describe.concurrent("every answer", () => {
  // Lost without it: a script that asks for a hundred bridges could not tell "found" from "nothing passes", or would trip over a stray line.
  it.each(NAMES)("%s: exit code, an answer alone on stdout, nothing on stderr", async (name) => {
    for (const form of [[], ["--json"]]) {
      const { code, stdout, stderr } = await run(name, ...form);
      expect(stderr).toBe("");
      expect(code).toBe(EXIT[name] ?? 0);
      expect(stdout.endsWith("\n")).toBe(true);
      expect(stdout).not.toContain("\u001b");
      expect(stdout).not.toMatch(/NaN|undefined|\[object|Infinity/);
    }
  });

  // Lost without it: what is only a preliminary selection would be read as a finished design.
  it.each(NAMES)("%s, as text: the caution at the end, the assumptions before it, lines that fit a page", async (name) => {
    const { stdout } = await run(name);
    const words = stdout.replace(/\s+/g, " ");
    expect(words).toMatch(/Caution: Preliminary selection .* licensed engineer .* $/);
    expect(words.indexOf(" Assumptions ")).toBeGreaterThan(0);
    expect(words.indexOf(" Assumptions ")).toBeLessThan(words.indexOf("Caution:"));
    const wide = stdout.split("\n").filter((line) => line.length > 80);
    expect(wide.length).toBeLessThan(stdout.split("\n").length / 5);
  });

  // Lost without it: whoever reads the JSON by the names agreed on would find them gone, and their spreadsheet empty.
  it.each(NAMES)("%s, as JSON: version, command, sources of every key, assumptions, caution", async (name) => {
    const document = await json(name);
    expect(document.schemaVersion).toBe(1);
    expect(document.command).toBe(name.split(",")[0]);
    expect(document.specification).toBe((runs[name] as readonly string[]).includes("lfd") ? "lfd" : "lrfd");
    expect(document.caution).toMatch(/Preliminary selection.*licensed engineer/);
    expect(document.assumptions.length).toBeGreaterThan(2);
    for (const sentence of document.assumptions) expect(sentence).toMatch(/^[A-Z].*[.)]$/);
    const keys = keysOf(document.inputs);
    expect(keys.length).toBeGreaterThan(50);
    expect(Object.keys(document.sources).sort()).toEqual([...keys].sort());
    for (const source of Object.values(document.sources)) expect(["practice", "bridge", "list", "flag"]).toContain(source);
    expect(document.sources.spanFt).toBe("flag");
    expect(document.sources.wearingPsf).toBe("practice");
    for (const value of numbersIn(document)) expect(Number.isFinite(value)).toBe(true);
  });

  // Lost without it: a checker would be told "passes" of a candidate one of whose required checks does not hold.
  it.each(NAMES)("%s, as JSON: every assessment has its names, and its verdict follows from its checks", async (name) => {
    for (const assessment of assessmentsIn(await json(name))) {
      expect(Object.keys(assessment)).toEqual(expect.arrayContaining(ASSESSMENT));
      expect(Object.keys(assessment.source).sort()).toEqual(["file", "line"]);
      expect(Object.keys(assessment.layout)).toEqual(expect.arrayContaining(["count", "spacingFt", "overhangFt"]));
      expect(Object.keys(assessment.governing)).toEqual(expect.arrayContaining(["id", "position", "ratio"]));
      const { count, spacingFt, overhangFt } = assessment.layout;
      expect(assessment.stringers.map(({ position }: Json) => position)).toEqual(count === null ? ["interior"] : ["interior", "exterior"]);
      expect(assessment.steelPlfOfBridge).toBe(count === null ? null : count * assessment.weightPlf);
      expect([overhangFt === null, typeof spacingFt]).toEqual([count === null, "number"]);
      let passes = true;
      for (const { effects, checks } of assessment.stringers) {
        expect(Object.keys(effects)).toEqual(expect.arrayContaining(EFFECTS));
        for (const check of checks) {
          expect(Object.keys(check)).toEqual(expect.arrayContaining(CHECK));
          expect(["demand", "limit", "advisory"]).toContain(check.kind);
          expect(check.ok).toBe(check.ratio !== null && check.ratio <= 1);
          if (check.ratio !== null) expect(check.ratio).toBeCloseTo(check.demand / check.capacity, 9);
          if (check.kind !== "advisory" && !check.ok) passes = false;
        }
        const { liveMomentPerLaneKipFt, distributionMoment, impact, liveMomentKipFt } = effects;
        const lfd = effects.distributionPer === "wheel line";
        expect(effects.liveMomentPerLaneIncludesImpact).toBe(!lfd);
        const share = lfd ? (distributionMoment / 2) * (1 + impact) : distributionMoment;
        expect(liveMomentKipFt).toBeCloseTo(liveMomentPerLaneKipFt * share, 6);
      }
      expect(assessment.passes).toBe(passes);
      const { id, position, ratio } = assessment.governing;
      const checks = assessment.stringers.find((one: Json) => one.position === position).checks;
      expect(checks.map((check: Json) => [check.id, check.ratio])).toContainEqual([id, ratio]);
    }
  });
});

const ASSESSMENT = ["shape", "weightPlf", "depthIn", "fyKsi", "source", "layout", "steelPlfOfBridge", "passes", "governing", "stringers"];
const CHECK = ["id", "kind", "article", "demand", "capacity", "unit", "ratio", "ok"];
const EFFECTS = [
  ...["deadStage1Klf", "deadStage2Klf", "deadWearingKlf", "momentStage1KipFt", "momentStage2KipFt", "momentWearingKipFt"],
  ...["liveMomentPerLaneKipFt", "liveMomentPerLaneIncludesImpact", "liveShearPerLaneKip", "impact", "distributionMoment"],
  ...["distributionShear", "distributionPer", "distributionRule", "liveMomentKipFt", "liveShearKip", "factoredMomentKipFt"],
  ...["factoredShearKip", "requiredZIn3", "effectiveWidthIn", "plasticMomentKipFt", "deflectionIn"],
];

describe.concurrent("lightest", () => {
  // Lost without it: the county engineer's first line would not say by which rules, on what deck and span the beam was chosen.
  it.each([
    ["lightest", /^LRFD.*9th ed.*2020.*; composite; 8\.5 in concrete; 60 ft$/],
    ["lightest, lfd", /^LFD.*17th ed.*2002.*; noncomposite; 8\.5 in concrete; 60 ft$/],
    ["lightest, lfd composite", /^LFD.*17th ed.*2002.*; composite; 8\.5 in concrete; 60 ft$/],
    ["lightest, lrfd noncomposite", /^LRFD.*9th ed.*2020.*; noncomposite; 8\.5 in concrete; 60 ft$/],
  ] as const)("%s opens with specification, edition, composite or not, deck and span; then the options, best first", async (name, head) => {
    const lines = (await run(name)).stdout.split("\n");
    expect(lines[0]).toMatch(head);
    const table = lines.findIndex((line) => /stringers .*shape .*lb\/ft .*steel .*depth .*governed by/.test(line));
    expect(table).toBeGreaterThan(0);
    const options = lines.slice(table + 1, table + 6);
    for (const [place, option] of options.entries()) {
      expect(option).toMatch(new RegExp(`^${place + 1} +\\d+ at [\\d.]+ .*W\\d+X\\d+ .*0\\.\\d{3}$`));
    }
    for (const heading of ["Why not lighter", "Lightest by depth", "By hand", "Examined:"]) {
      expect(lines.some((line) => line.startsWith(heading))).toBe(true);
    }
  });

  // Lost without it: the figures in somebody's spreadsheet would be others than those on the printed page.
  it("has its names in JSON, and says the same as the text", async () => {
    const document = await json("lightest");
    expect(Object.keys(document)).toEqual(
      expect.arrayContaining(["examined", "options", "nearestMiss", "whyNotLighter", "byDepth", "restsOn", "byHand"]),
    );
    const { layouts, shapes, candidates } = document.examined;
    expect([shapes, candidates]).toEqual([289, layouts * shapes]);
    expect(document.nearestMiss).toBeNull();
    expect(document.options.map(({ rank }: Json) => rank)).toEqual([1, 2, 3, 4, 5]);
    const { stdout } = await run("lightest");
    for (const { spacingRangeFt, assessment } of document.options) {
      expect(assessment.passes).toBe(true);
      expect(spacingRangeFt[0]).toBeLessThanOrEqual(assessment.layout.spacingFt);
      expect(spacingRangeFt[1]).toBeGreaterThanOrEqual(assessment.layout.spacingFt);
      expect(stdout).toMatch(
        new RegExp(`${assessment.shape} .* ${assessment.steelPlfOfBridge} .* ${assessment.governing.ratio.toFixed(3)}`),
      );
    }
    const weights = document.options.map(({ assessment }: Json) => assessment.steelPlfOfBridge);
    expect(weights).toEqual([...weights].sort((a, b) => a - b));
    const why = document.whyNotLighter;
    expect(Object.keys(why)).toEqual(expect.arrayContaining(["lighterShapes", "failing", "nearest", "rescue"]));
    expect(why.nearest).toHaveLength(5);
    for (const nearest of why.nearest) expect(nearest.passes).toBe(false);
    expect(Math.max(...(Object.values(why.failing) as number[]))).toBeLessThanOrEqual(why.lighterShapes);
    expect(Object.keys(why.rescue)).toEqual(expect.arrayContaining(["change", "assessment", "lighterThanAnswer"]));
    for (const row of document.byDepth)
      expect(Object.keys(row)).toEqual(expect.arrayContaining(["nominalDepthIn", "assessment", "extraPlfOfBridge"]));
    expect(document.restsOn.length).toBeGreaterThan(0);
    for (const one of document.restsOn) {
      expect(Object.keys(one)).toEqual(expect.arrayContaining(["assumption", "flippedTo", "outcome", "assessment"]));
      expect(["passes lighter", "fails", "other shape"]).toContain(one.outcome);
    }
    expect(document.byHand).toHaveLength(4);
  });

  // Lost without it: asking for more options would change which is first, and with it the beam that is ordered.
  it("lists as many options as asked for, the same ones first", async () => {
    const first = (document: Json): string[] => document.options.map(({ assessment }: Json) => assessment.shape + assessment.layout.count);
    const five = first(await json("lightest"));
    const answer = await leanspan([...runs.lightest, "--top", "12", "--json"]);
    expect(first(JSON.parse(answer.stdout)).slice(0, 5)).toEqual(five);
    expect(first(JSON.parse(answer.stdout))).toHaveLength(12);
  });

  // Lost without it: an engineer for whom nothing passes would learn neither what came nearest nor by how much it fails.
  it("when nothing passes, shows what came nearest and what it fails", async () => {
    const document = await json("lightest, nothing passes");
    expect([document.options, document.whyNotLighter, document.byDepth, document.restsOn, document.byHand]).toEqual([[], null, [], [], []]);
    const { shape, passes, governing } = document.nearestMiss;
    expect(passes).toBe(false);
    const { stdout } = await run("lightest, nothing passes");
    expect(stdout).toContain("Nothing passes.");
    expect(stdout.replace(/\s+/g, " ")).toMatch(new RegExp(`Nearest: .*${shape}.* at ${governing.ratio.toFixed(3)}\\. It fails: `));
  });

  // Lost without it: an engineer whose limits exclude every layout would not know which of them to give up.
  it("when no layout fits, names the limit in the way", async () => {
    expect((await run("lightest, no layout")).stdout).toMatch(/No layout fits this deck\.\nIn the way: stringers\.minOverhangFt 1/);
    const document = await json("lightest, no layout");
    expect([document.options, document.nearestMiss, document.examined.candidates]).toEqual([[], null, 0]);
  });

  // Lost without it: a weight per foot of bridge would be read that nobody can know without the number of stringers.
  it("for one interior stringer, leaves out what hangs on the count", async () => {
    const [{ assessment }] = (await json("lightest, spacing alone")).options;
    expect([assessment.layout.count, assessment.layout.overhangFt, assessment.steelPlfOfBridge]).toEqual([null, null, null]);
    const weights = (await json("lightest, spacing alone")).options.map((option: Json) => option.assessment.weightPlf);
    expect(weights).toEqual([...weights].sort((a, b) => a - b));
  });
});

◇ ◇ ◇ ◇ ◇

WORK TO COMPLETE: Above is a listing; report how many of its lines include the word "byDepth", giving the number only.

RESPONSE TO THIS TASK: 3